Take, for example, the io.Writer interface. io.Writer is a method set that contains a single method: the write method. This is the definition for io.Writer:

    type Writer interface {
        Write(p []byte) (n int, err error)
    }
This interface definition says "a Writer is any object that has a Write method. The Write method must accept a slice of bytes as its only argument, and it returns an integer and an error". Any object that implements this method also implements io.Writer. Therefore, any function that accepts an io.Writer may accept any object that defines this method. (when accepting io.Writer, the object's type is io.Writer; the only thing you can do with an io.Writer object inside of a method that accepts an io.Writer parameter is utilize its Write method, since that's the only thing you know it has).

So, for example, in the encoding/json package, there is an Encoder object. The Encoder object has just one method: the Encode method. This is the signature for the Encode method:

    func (enc *Encoder) Encode(v interface{}) error
this method definition reads "the function for the * Encoder type called Encode accepts an interface{} v and returns an error". interface{} is the empty interface; all objects implement at least zero methods, so any object can be supplied; it is valid to pass any object into the Encode method. The returned "error" value will let us know if something has gone wrong.

Now then. We know that we're encoding data to the json format, but to where is it being encoded? Where is the output going? The io.Encoder object embeds an io.Writer object; encoded items are written into the writer. That's a big leap. How do we know which io.Writer to write to? We inject the io.Writer when we create the encoder.
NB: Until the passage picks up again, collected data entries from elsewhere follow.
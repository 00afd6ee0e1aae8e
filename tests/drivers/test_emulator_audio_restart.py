"""The audio server restarted in the middle of a sound-card sweep against the rig emulator.

flamebode (a real process, ``flamebode sweep --backend soundcard``) sweeps through the test's
own PulseAudio server into the emulator (tests/drivers/emulator_rig.py). After two points are
committed, the server is killed and started again. Checks: flamebode ends the sweep with a
named fault (``audio-server-lost``, or a
``backend-timeout``), keeps every stored point, the emulator reconnects by itself and the
drive it then receives is zero (nothing plays on after the fault), and ``flamebode resume``
measures the remaining points through the restarted server.

Needs pulseaudio, pactl and PortAudio (skips with the reason otherwise). About 60 s.
"""

from __future__ import annotations

import subprocess
import sys
import time

import pytest

from emulator_rig import server  # noqa: F401  (the audio-server fixture, used by name)
from emulator_rig import (RIG, ROOT, Emulator, no_audio_reason, plan_text, resume_until_done, run_points)
from run_watch import committed_attempts, run_cli

_REASON = no_audio_reason()
pytestmark = [pytest.mark.audio, pytest.mark.slow,
              pytest.mark.skipif(bool(_REASON), reason=_REASON or "audio server available")]

FREQS_HZ = [150.0, 250.0, 350.0, 450.0, 550.0, 850.0]


def test_audio_server_restarted_mid_sweep_is_a_named_fault_with_the_drive_at_zero_and_the_run_resumes(
        server, tmp_path, monkeypatch):
    emu = Emulator(server, tmp_path)
    run_dir = tmp_path / "run"
    try:
        assert emu.wait_for("connected"), emu.summary()
        for key, value in server.client_env().items():
            monkeypatch.setenv(key, value)
        plan = tmp_path / "plan.toml"
        plan.write_text(plan_text("emulator restart", FREQS_HZ))
        sweep = subprocess.Popen([sys.executable, "-m", "app.cli", "sweep", str(plan), "--rig", str(RIG),
                                  "--backend", "soundcard", "--out", str(run_dir)], cwd=ROOT,
                                 stdout=subprocess.PIPE, stderr=subprocess.PIPE, text=True)
        try:
            deadline = time.monotonic() + 90
            while len(committed_attempts(run_dir)) < 2 and sweep.poll() is None and time.monotonic() < deadline:
                time.sleep(0.2)
            if sweep.poll() is not None or len(committed_attempts(run_dir)) < 2:
                sweep.kill()
                early_out, early_err = sweep.communicate(timeout=10)
                pytest.fail("the sweep ended before two points were stored: " + early_out[-3000:] + early_err[-1500:]
                            + emu.summary())
            killed_at = time.time()
            server.kill()
            time.sleep(1.0)
            assert server.start() == "", "the audio server did not come back"
            stdout, stderr = sweep.communicate(timeout=60)
        finally:
            if sweep.poll() is None:
                sweep.kill()
                sweep.wait(10)
        text = stdout + stderr
        assert sweep.returncode != 0 and "Traceback" not in stderr, text[-3000:]
        assert "audio-server-lost" in text or "FAULT backend-timeout" in text, text[-3000:]
        kept = run_points(run_dir)
        faults = kept.pop(-1, {}).get("faults", [])
        assert any(f["name"] in ("audio-server-lost", "backend-timeout") for f in faults), faults
        assert len(kept) >= 2, kept                       # nothing stored was lost
        # the emulator found the server again by itself; what it received after that: no drive
        back = emu.wait_for("audio-server-back", timeout_s=20, after=killed_at)
        assert back is not None, emu.summary()
        time.sleep(1.5)
        after = [s for s in emu.lines() if "drive_peak_v" in s and s["time"] > back["time"]]
        assert len(after) >= 3 and all(s["drive_peak_v"] == 0.0 for s in after), after
        assert any(s.get("event") == "audio-server-lost" and s["time"] >= killed_at - 1 for s in emu.lines())

        # the run resumes through the restarted server
        out, resumed = resume_until_done(run_dir, run_cli("resume", str(run_dir), timeout_s=120), emu)
        print("resumed again after:", resumed)
        assert out.returncode == 0, out.stdout[-3000:] + out.stderr[-2000:] + emu.summary()
        done = run_points(run_dir)
        done.pop(-1, None)
        assert sorted(p["freq_hz"] for p in done.values()) == FREQS_HZ, (done, out.stdout[-2000:])
    finally:
        time.sleep(2.0)      # the end of flamebode's last ramp-down is still on its way through the loop
        emu.stop()
    tail = [s for s in emu.lines() if "drive_peak_v" in s][-4:]
    assert tail and all(s["drive_peak_v"] == 0.0 for s in tail), tail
This is the signature for the function that creates a json encoder:

    func NewEncoder(w io.Writer) *Encoder
It has only one argument; io.Writer. io.Writer has only one method; the Write method. That means that for any data target at all, if you define a Write method, you can encode json to it.

So what io.Writers are commonly found? There is an io.Writer for a UDP socket, a TCP socket, a websocket, an http response, a file on disk, a buffer of bytes, etc. The list goes on.

With this one Encode method, and this one Write interface, we are able to Encode json data to arbitrary targets. There's none of that JSONFileWriter, JSONHTTPResponseWriter, JSONUDPSocketStreamer stuff like you would get in other statically typed languages.